Spotify (SPOT) shares were on the back foot again Monday after the music sharing platform found itself entangled another controversy involving podcast host Joe Rogan.
Spotify CEO Daniel Elk, who last week had to manage the impact of weaker-than-expected user growth linked in part to the fallout from the popular "Joe Rogan Experience" podcast, apologized to employees over the weekend after a video surfaced of Rogan using racial slurs on several occasions during his show over a twelve year span.
Rogan, who apologized for spreading vaccine misinformation on his podcast last week, also expressed regret for his use of the N-word, which was uncovered in an Instagram post by the singer-songwriter Inida.Arie.
“While I strongly condemn what Joe has said and I agree with his decision to remove past episodes from our platform, I realize some will want more,” Elk said in a letter to employees. "I want to make one point very clear: I do not believe that silencing Joe is the answer. We should have clear lines around content and take action when they are crossed, but canceling voices is a slippery slope.”
Spotify shares were marked 2% lower in early afternoon trading Monday to change hands at $171.03 each.

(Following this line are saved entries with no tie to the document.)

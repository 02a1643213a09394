#!/usr/bin/python3
"""Independent, vectorised reference for pasval margins on the SI demo
(testdata/demo/htst-milk-si.yaml), written with Debian's python3-numpy from
docs/METHOD.md sections 7-10 and 14, not from pasval's code.

The demo's nominal values and its uncertainty block are written out below
(SI). The model of each sample: viscosity at the setpoint (ln mu linear in T
between the points); Reynolds number; fastest-to-mean ratio (2 below Re 4000,
(n+1)(2n+1)/(2n^2) with n = 0.790 ln Re - 1.64 above); the worst flow up to
the seal (the seal, or just below Re 4000 with the laminar ratio); the judged
temperature (setpoint less the sensor accuracy); the legal table (some row at
or below it whose time the fastest particle holds, never interpolated); the
log reduction t_min / D(T_judged) (the demo takes no heat-loss credit); the
tube slope; and the heat-loss refusal (the heater's target at most 10 K above
the setpoint).

Two modes:
  margins_numpy.py [--samples N] [--seed S]
      draws its own samples with numpy (uniform; triangular; normal with
      sigma = tolerance/2, drawn again beyond 1.5 tolerances or a bound) and
      prints, as JSON, the summary of pasval's "monte_carlo" block.
  margins_numpy.py --check-dump FILE.csv
      reads the samples pasval drew (pasval margins --dump-samples FILE.csv),
      computes every sample's outcome and prints, as JSON, the largest
      relative difference from pasval's and the number of verdicts that differ.
"""
import argparse
import csv
import json
import math
import sys

import numpy as np

INCH = 0.0254
# The SI demo, nominal (SI units; temperatures in degC).
NOMINAL = {
    "flow.max_rate": 11000e-3 / 3600,     # m3/s, volumetric
    "flow.rate": 10000e-3 / 3600,
    "product.density": 1031.0,
    "product.specific_heat": 3930.0,
    "process.hold_setpoint": 72.5,
    "holding_tube.sanitary_tube": 2 * INCH,  # the outer diameter
    "holding_tube.length": 34.0,
    "holding_tube.rise": 0.8,
    "holding_tube.ambient": 20.0,
    "holding_tube.outer_coefficient": 12.0,
    "product.viscosity[0].value": 3.1e-3, "product.viscosity[1].value": 1.35e-3,
    "product.viscosity[2].value": 0.72e-3, "product.viscosity[3].value": 0.64e-3,
    "organisms[0].D": 11.67, "organisms[0].D_temperature": 71.0, "organisms[0].z": 7.11,
    "organisms[1].D": 0.9, "organisms[1].D_temperature": 71.7, "organisms[1].z": 6.3,
}
VISCOSITY_AT = [4.0, 40.0, 72.5, 80.0]
WALL = 0.065 * INCH
SENSOR_ACCURACY = 0.25
MIN_SLOPE = 0.25 / 12
LEGAL = [(72.0, 15.0), (89.0, 1.0), (90.0, 0.5)]
ORGANISMS = ["M. paratuberculosis", "Listeria monocytogenes"]
REQUIRED = {1: 5.0}                       # organism index: required log reduction
TOL = 1e-9                                # pasval's one tolerance rule (docs/METHOD.md section 1.5)
# The demo's uncertainty block: field, relative?, tolerance, distribution.
UNCERTAINTY = [
    ("flow.max_rate", True, 0.015, "uniform"),
    ("process.hold_setpoint", False, 0.2, "normal"),
    ("holding_tube.sanitary_tube", False, 0.2e-3, "normal"),
    ("holding_tube.length", False, 0.05, "triangular"),
    ("product.density", True, 0.005, "uniform"),
    ("product.viscosity[2].value", True, 0.10, "uniform"),
    ("holding_tube.ambient", False, 5.0, "uniform"),
    ("holding_tube.outer_coefficient", True, 0.50, "uniform"),
    ("organisms[0].D", True, 0.20, "normal"),
    ("organisms[1].D", True, 0.20, "normal"),
    ("organisms[1].z", False, 0.5, "normal"),
]
# Physical bounds of the fields above (docs/METHOD.md section 14.1).
BOUNDS = {"process.hold_setpoint": (30.0, 150.0), "holding_tube.ambient": (-math.inf, math.inf),
          "holding_tube.outer_coefficient": (0.0, math.inf)}


def model(x):
    """x: dict of field -> array (or scalar). Returns t_min, [LR per organism], {check: pass array}."""
    n = len(next(v for v in x.values() if np.ndim(v) > 0))
    g = {k: np.broadcast_to(np.asarray(v, dtype=float), (n,)) for k, v in {**NOMINAL, **x}.items()}
    rho, setp = g["product.density"], g["process.hold_setpoint"]
    q = g["flow.max_rate"] * rho / rho               # the tube's volumetric flow: mass flow over density
    od = g["holding_tube.sanitary_tube"]
    d = od - 2 * WALL
    length = g["holding_tube.length"]
    # viscosity at the setpoint: ln mu linear in T between points, ends held
    ln_mu = np.stack([np.log(g["product.viscosity[%d].value" % i]) for i in range(4)])
    mu = np.empty(n)
    at = VISCOSITY_AT
    lo = setp <= at[0]
    hi = setp >= at[-1]
    mu[lo] = np.exp(ln_mu[0][lo])
    mu[hi] = np.exp(ln_mu[-1][hi])
    for i in range(len(at) - 1):
        m = (~lo) & (~hi) & (setp > at[i]) & (setp <= at[i + 1])
        f = (setp[m] - at[i]) / (at[i + 1] - at[i])
        mu[m] = np.exp(ln_mu[i][m] + f * (ln_mu[i + 1][m] - ln_mu[i][m]))
    area = math.pi * d * d / 4
    v = q / area
    re = rho * v * d / mu
    npow = 0.790 * np.log(np.maximum(re, 1000.0)) - 1.64
    ratio = np.where(re >= 4000, (npow + 1) * (2 * npow + 1) / (2 * npow * npow), 2.0)
    t_seal = length / v / ratio
    v4 = 4000 * mu / (rho * d)
    t_below = length / v4 / 2.0
    below = (v4 * area <= q) & (t_below < t_seal)
    t_min = np.where(below, t_below, t_seal)
    # heat loss refusal at the normal rate (the heater's target)
    k = g["holding_tube.outer_coefficient"] * math.pi * od / (g["flow.rate"] * rho * g["product.specific_heat"])
    t_in = g["holding_tube.ambient"] + (setp - g["holding_tube.ambient"]) * np.exp(k * length)
    if not np.all(t_in - setp <= 10):
        raise SystemExit("heat loss refused")
    tj = setp - SENSOR_ACCURACY
    lr = []
    for i in range(len(ORGANISMS)):
        dj = g["organisms[%d].D" % i] * 10 ** ((g["organisms[%d].D_temperature" % i] - tj) / g["organisms[%d].z" % i])
        lr.append(t_min / dj)
    met = np.zeros(n, dtype=bool)
    for temp, time in LEGAL:
        met |= (temp <= tj + 1e-9) & (time - t_min <= TOL * time)
    checks = {"tube-slope": g["holding_tube.rise"] / length - MIN_SLOPE >= -TOL * MIN_SLOPE, "holding-time": met}
    for i, req in REQUIRED.items():
        checks["log-reduction (%s)" % ORGANISMS[i]] = lr[i] - req >= -TOL * req
    return t_min, lr, checks


def draw(rng, n):
    x = {}
    for field, rel, tol, dist in UNCERTAINTY:
        nom = NOMINAL[field]
        a = tol * abs(nom) if rel else tol
        if dist == "uniform":
            x[field] = nom + a * (2 * rng.random(n) - 1)
        elif dist == "triangular":
            x[field] = nom + a * (rng.random(n) + rng.random(n) - 1)
        else:
            lo, hi = BOUNDS.get(field, (0.0, math.inf))
            out = np.full(n, np.nan)
            todo = np.arange(n)
            while todo.size:
                z = rng.standard_normal(todo.size)
                val = nom + a / 2 * z
                ok = (np.abs(z) <= 3) & (val >= lo) & (val <= hi) & ((val > 0) | (lo != 0.0))
                out[todo[ok]] = val[ok]
                todo = todo[~ok]
            x[field] = out
    return x


def percentiles(v):
    n = len(v)
    ranks = [(n * p + 99) // 100 - 1 for p in (1, 5, 50)]
    part = np.partition(v, ranks)
    return {"p01": float(part[ranks[0]]), "p05": float(part[ranks[1]]), "p50": float(part[ranks[2]])}


def summary(n, seed):
    rng = np.random.default_rng(seed)
    t_min, lr, checks = model(draw(rng, n))
    out = {"samples": n, "seed": seed, "checks": []}
    for name, ok in checks.items():
        p = float(np.count_nonzero(ok)) / n
        out["checks"].append({"check": name, "probability": p, "standard_error": math.sqrt(p * (1 - p) / n)})
    allok = np.logical_and.reduce(list(checks.values()))
    p = float(np.count_nonzero(allok)) / n
    out["all_checks"] = {"probability": p, "standard_error": math.sqrt(p * (1 - p) / n)}
    out["min_residence_s"] = percentiles(t_min)
    out["log_reduction_by_organism"] = {ORGANISMS[i]: percentiles(v) for i, v in enumerate(lr)}
    return out


def check_dump(path):
    with open(path, newline="") as f:
        rows = list(csv.reader(f))
    head, data = rows[0], np.array(rows[1:], dtype=float)
    col = {h: data[:, i] for i, h in enumerate(head)}
    x = {field: col[field] for field, _, _, _ in UNCERTAINTY}
    t_min, lr, checks = model(x)
    worst = float(np.max(np.abs(t_min - col["min_residence_s"]) / np.abs(col["min_residence_s"])))
    for i, name in enumerate(ORGANISMS):
        ref = col["log_reduction:" + name]
        worst = max(worst, float(np.max(np.abs(lr[i] - ref) / np.abs(ref))))
    differ = 0
    for name, ok in checks.items():
        differ += int(np.count_nonzero(ok != (col["pass:" + name] == 1)))
    return {"samples": len(data), "max_relative_difference": worst, "verdicts_differing": differ,
            "checks": sorted(checks)}


def main():
    ap = argparse.ArgumentParser(description=__doc__.split("\n")[0])
    ap.add_argument("--samples", type=int, default=100000)
    ap.add_argument("--seed", type=int, default=14)
    ap.add_argument("--check-dump")
    a = ap.parse_args()
    out = check_dump(a.check_dump) if a.check_dump else summary(a.samples, a.seed)
    json.dump(out, sys.stdout, indent=2)
    sys.stdout.write("\n")


if __name__ == "__main__":
    main()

Last week, forecast softer-than-expected user growth that overshadowed a solid fourth quarter earnings report just as it grappled with the vaccine controversy surrounding Rogan's popular podcast.

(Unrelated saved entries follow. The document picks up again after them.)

#!/usr/bin/python3
"""Independent reference for the two demo plants, written from the textbook
relations (LMTD, effectiveness-NTU; Incropera et al. 2007, ch. 11) with water
properties from Debian's python3-iapws (IAPWS-IF97), not from pasval's code.

Prints JSON: for each demo, per section the duty (W), the four temperatures
(degC), LMTD (K), NTU, effectiveness, area (m2) and plates, and for a section
with a plate pack its U, film coefficients, Reynolds numbers, velocities and
pressure drops. The Go test cmd/pasval/reference_test.go compares pasval's
--json output with it.

The SI demo's plate packs are rated with plate_pack.py (beside this script:
Martin's correlation as docs/METHOD.md section 12 states it), the product as
a fluid of constant density, specific heat and conductivity whose viscosity
is interpolated in ln mu between the entered points.

Conventions from docs/METHOD.md §3.5 and §6: water volumetric rates convert to
mass at the inlet temperature; cp at the mean of inlet and outlet, iterated;
water at 0.101325 MPa (1.01 p_sat above 100 degC).
"""
import json
import math
import os
import sys

from iapws.iapws97 import _Region1, _PSat_T

sys.path.insert(0, os.path.dirname(os.path.abspath(__file__)))
import plate_pack  # noqa: E402  (beside this script)

GAL = 3.785411784e-3
LB = 0.45359237
FT = 0.3048
BTU = 1055.05585262


def water(tc):
    p = 0.101325
    if tc > 99:
        p = max(p, _PSat_T(tc + 273.15) * 1.01)
    r = _Region1(tc + 273.15, p)
    return 1.0 / r["v"], r["cp"] * 1000.0


def eps_counter(ntu, cr):
    if abs(1 - cr) < 1e-9:
        return ntu / (1 + ntu)
    e = math.exp(-ntu * (1 - cr))
    return (1 - e) / (1 - cr * e)


def lmtd(d1, d2):
    if abs(d1 - d2) < 1e-9 * d1:
        return d1
    return (d1 - d2) / math.log(d1 / d2)


def medium_out(vdot, t_in, q):
    """Outlet of a water stream giving q watts (negative q: it takes heat)."""
    rho, _ = water(t_in)
    m = vdot * rho
    out = t_in
    for _ in range(200):
        _, cp = water((t_in + out) / 2)
        nxt = t_in - q / (m * cp)
        if abs(nxt - out) < 1e-12:
            break
        out = nxt
    return nxt, m * cp


def section(q, hin, hout, cin, cout, ch, cc, u, plate):
    lm = lmtd(hin - cout, hout - cin)
    a = q / (u * lm)
    cmin = min(ch, cc)
    return {"duty_W": q, "lmtd_K": lm, "area_m2": a, "plates": math.ceil(a / plate - 1e-9),
            "eff": q / (cmin * (hin - cin)), "hot_in": hin, "hot_out": hout, "cold_in": cin, "cold_out": cout}


MILK_VISCOSITY = [(4.0, 3.1e-3), (40.0, 1.35e-3), (72.5, 0.72e-3), (80.0, 0.64e-3)]


def milk(t):
    """The SI demo's milk: entered density, cp and conductivity; ln mu linear
    in T between the entered points, the nearest end held outside."""
    pts = MILK_VISCOSITY
    if t <= pts[0][0]:
        mu = pts[0][1]
    elif t >= pts[-1][0]:
        mu = pts[-1][1]
    else:
        for (t1, m1), (t2, m2) in zip(pts, pts[1:]):
            if t1 <= t <= t2:
                mu = math.exp(math.log(m1) + (t - t1) / (t2 - t1) * (math.log(m2) - math.log(m1)))
                break
    return {"rho": 1031.0, "cp": 3930.0, "k": 0.58, "mu": mu}


DEMO_PLATE = dict(plate_pack.GEOMETRY)  # 60 deg, 3 mm, 1.17, 0.45 m, 0.8 m, 0.6 mm, 16 W/(m K), 100 mm, 3e-5


def pack_figures(r):
    return {"u_clean": r["U_clean"], "u_service": r["U_service"], "h_p": r["h_p"], "h_o": r["h_o"], "re_p": r["Re_p"], "re_o": r["Re_o"], "v_p": r["v_p"], "v_o": r["v_o"],
            "dp_p": r["dp_p"], "dp_o": r["dp_o"]}


def milk_si():
    rho, cp = 1031.0, 3930.0
    c = 10000e-3 / 3600 * rho * cp
    m = 10000e-3 / 3600 * rho
    raw, sp, target = 5.0, 72.5, 4.0
    # Holding-tube heat loss (docs/METHOD.md §8): the heater must deliver the tube
    # inlet at the normal rate, T_in = Ta + (T_set - Ta) exp(h pi Do L / (m cp)),
    # with h = 12 W/(m2 K), Do = 2 in, L = 34 m, Ta = 20 degC.
    heat_out = 20 + (sp - 20) * math.exp(12 * math.pi * 2 * 0.0254 * 34 / (m * cp))
    out = {}
    # Regeneration, rated from its layout (8 passes of 7 channels a side: 111
    # plates of 0.42 m2), U from the plate pack, iterated with the rating.
    r = plate_pack.coupled(DEMO_PLATE, {"C_p": c, "C_o": c, "plate_area": 0.42},
                           {"m": m, "tin": raw, "passes": 8, "cpp": 7}, {"m": m, "tin": sp, "passes": 8, "cpp": 7}, milk, milk)
    rawout, pastout = r["T_out_p"], r["T_out_o"]
    q = c * (rawout - raw)
    s = section(q, sp, pastout, raw, rawout, c, c, r["U_service"], 0.42)
    s.update({"plates": 111, "area_m2": 111 * 0.42, "ntu": r["U_service"] * 111 * 0.42 / c, "u": r["U_service"]})
    s.update(pack_figures(r))
    out["regeneration"] = s
    # Heating, sized with the entered U and fouling; the passes are the fewest
    # whose plates (5 + 6 channels a pass) give the area; the pack is rated at
    # the section's temperatures.
    u = 1 / (1 / 3800 + 3e-5)
    q = c * (heat_out - rawout)
    mo, cm = medium_out(20000e-3 / 3600, 77.0, q)
    s = section(q, 77.0, mo, rawout, heat_out, cm, c, u, 0.42)
    s["ntu"] = u * s["area_m2"] / min(c, cm)
    passes = max(1, math.ceil((s["plates"] + 1) / (5 + 6)))
    s["plates"] = passes * (5 + 6) - 1
    rho_w, _ = water(77.0)
    r = plate_pack.rate_pack(DEMO_PLATE, {"m": m, "tin": rawout, "tout": heat_out, "passes": passes, "cpp": 5},
                             {"m": 20000e-3 / 3600 * rho_w, "tin": 77.0, "tout": mo, "passes": passes, "cpp": 6}, milk)
    s["u"] = u
    s.update(pack_figures(r))
    out["heating"] = s
    q = c * (pastout - target)
    mo, cm = medium_out(25000e-3 / 3600, 1.0, -q)
    s = section(q, pastout, target, 1.0, mo, c, cm, 3000, 0.35)
    s["ntu"] = 3000 * s["area_m2"] / min(c, cm)
    out["cooling"] = s
    return out


def f2c(f):
    return (f - 32) * 5 / 9


def cider_us():
    rho = 65.2 * LB / FT ** 3
    cp = 0.91 * BTU / LB * 9 / 5
    c = 18 * GAL / 60 * rho * cp
    raw, sp = f2c(40), f2c(161)
    plate = 2.7 * FT ** 2
    uus = BTU / 3600 / FT ** 2 * 9 / 5
    out = {}
    # regeneration, rated: 40 plates
    ntu = 520 * uus * 40 * plate / c
    e = eps_counter(ntu, 1)
    rawout, pastout = raw + e * (sp - raw), sp - e * (sp - raw)
    out["regeneration"] = {"eff": e, "cold_out": rawout, "hot_out": pastout, "duty_W": c * (rawout - raw)}
    # heating, rated: required medium inlet by fixed point
    q = c * (sp - rawout)
    a, u = 8 * plate, 560 * uus
    vdot = 40 * GAL / 60
    tin = sp + 1
    for _ in range(200):
        mo, cm = medium_out(vdot, tin, q)
        cmin, cmax = min(c, cm), max(c, cm)
        nxt = rawout + q / (eps_counter(u * a / cmin, cmin / cmax) * cmin)
        if abs(nxt - tin) < 1e-11:
            tin = nxt
            break
        tin = nxt
    mo, cm = medium_out(vdot, tin, q)
    out["heating"] = {"hot_in": tin, "hot_out": mo, "duty_W": q}
    # cooling stage 1, rated: chilled water 35 F, 30 gpm, 10 plates, U 500
    t = pastout
    tm = f2c(35)
    rho_w, _ = water(tm)
    m = 30 * GAL / 60 * rho_w
    a, u = 10 * plate, 500 * uus
    mout = tm
    for _ in range(200):
        _, cpw = water((tm + mout) / 2)
        cm = m * cpw
        cmin, cmax = min(c, cm), max(c, cm)
        q = eps_counter(u * a / cmin, cmin / cmax) * cmin * (t - tm)
        nxt = tm + q / cm
        if abs(nxt - mout) < 1e-12:
            break
        mout = nxt
    t1 = t - q / c
    out["cooling: chilled water"] = {"cold_out": nxt, "hot_out": t1, "duty_W": q}
    # cooling stage 2, rated: glycol 28 F, 12 gpm, 6 plates, U 430, constant properties
    cg = 12 * GAL / 60 * 64.6 * LB / FT ** 3 * 0.89 * BTU / LB * 9 / 5
    a, u = 6 * plate, 430 * uus
    cmin, cmax = min(c, cg), max(c, cg)
    q = eps_counter(u * a / cmin, cmin / cmax) * cmin * (t1 - f2c(28))
    out["cooling: glycol trim"] = {"hot_out": t1 - q / c, "cold_out": f2c(28) + q / cg, "duty_W": q}
    return out


if __name__ == "__main__":
    json.dump({"htst-milk-si": milk_si(), "cider-us": cider_us()}, sys.stdout, indent=1)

Spotify said paid subscribers to it network would grow to 183 million in the current quarter, with revenues forecast in the region of €2.6 billion, but declined to offer guidance on annual growth rates, suggesting it could lose a trove listeners over the controversy as several artists, lead by Canadian singer-songwriter Neil Young, demanded the removal of their music from the platform.
Still, for the three months ending in December, Spotify had 180 million active users and a staggering 3.6 million podcasts on its platform.
"Management indicated its first quarter guidance does not reflect any churn from the Joe Rogan controversy but said it was too early to gauge its impact which usually takes months not days," said Credit Suisse analyst Douglas Mitchelson, who carries a 'neutral' rating with $238 price target on the stock.
"We do remain concerned regarding content costs, as music labels will remain difficult partners and we expect leading podcast talent to be pricey when renewing exclusive contracts in coming years, plus competition might restrain pricing power and platform monetization," he added.